I’m so jealous.  In my current kitchenless state, I’m looking at a world divided between those with kitchens and those without kitchens.  When rationality returns to my brain, I realize that a kitchen and a dining room are just tools.  It’s people and company that bring them to life.

Without a kitchen, I feel like an orphan, shuffling myself to other people’s kitchens, i.e. restaurants.  Tonight, the older man at the Vietnamese pho place I frequent recited my usual order right when I sat down.  After I agreed to it, he returned within 5 minutes with my food.  I have to admit, it was comforting to have someone recognize you and know what you like to eat. 

Pho Van
4233 El Cajon Boulevard
San Diego, CA 92105
(619) 281-9420


8 responses to “Kitchen envy

  1. Oh yes, those long French meals. I’m surprised you didn’t march to your neighbors house and knock on the door…strong arm your way in (that’s what I would have done 🙂 You’ll have you kitchen soon. I can’t wait to see it.

  2. You’re hilarious, Shake ‘n Bake! I suppose I should have just popped my head in the window and say “Hey, something smells good. Are you going to eat that?” and pick up a piece of food off of someone’s plate.

  3. Hi Audrey,
    At first we thought we’d wait until everything was perfect before we started entertaining. But our backyard is still a disaster after four years here and we need to do more than plant a few bushes, and there’s no longer any such thing as a HELoC. So we invite people over anyway and it’s just like you said. It’s the people who make the party. Some of the bold ones even make good gardening suggestions, and the benevolent ones have given me free plants. 🙂

  4. Thanks for the comment Petrea. I know getting a house up to speed is a process. I probably won’t wait until all is perfect before I start inviting people over. I just have to figure out how to save up for a dining table soon. I’ve never had one because every apartment I’ve lived in has been too small for one.

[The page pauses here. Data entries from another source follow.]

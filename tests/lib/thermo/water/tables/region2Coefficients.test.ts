import { describe, expect, it } from "vitest";
import { REGION2_IDEAL, REGION2_RESIDUAL } from "../../../../../lib/thermo/water/tables/region2Coefficients.js";

// Term counts as printed in the IAPWS tables named in the source file (counts from memory of the tables,
// and each table also passes its verification values in the region tests).
describe("region2Coefficients", () => {
  it("region2Coefficients tables have the printed number of terms and equal-length I, J, n", () => {
    const tables: [{ I: readonly number[]; J: readonly number[]; n: readonly number[] }, number, boolean][] = [
      [REGION2_IDEAL, 9, false], // Table 10
      [REGION2_RESIDUAL, 43, true], // Table 11
    ];
    for (const [t, count, hasI] of tables) {
      expect(t.n.length).toBe(count);
      expect(t.J.length).toBe(count);
      expect(t.I.length).toBe(hasI ? count : 0);
      expect(t.n.every((v) => Number.isFinite(v) && v !== 0)).toBe(true);
    }
  });
});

  5. Hi Audrey, I enjoy reading what you wrote in your blog particularly this one. I can’t be more agree with you that without a kitchen we can feel like an orphan but you’re so smart and positive by going out finding a Vietnamese restaurant instead of nursing self pity – by the way last August I visited Saigon for a week (and so far I have been there for 8 times in the past 8 years). I love Saigon, the people and the food. One day, I will post a recipe of which I learned there.

  6. Thank you Wina. I’m so jealous of your frequent visits to Saigon. I’ve always wanted to visit Vietnam. It looks like a really beautiful place and the food is very refreshing. I look forward to your recipe posts on Vietnamese food.

  7. This is my favorite entry so far! Be careful what you ask for. Your hungry brother & I will soon be coming over to eat up all your gourmet food!

  8. I love cooking for you guys! The last time I made that heavy breakfast at your house, you both passed out shortly afterward. I better get that second bedroom set up if you come over for dinner.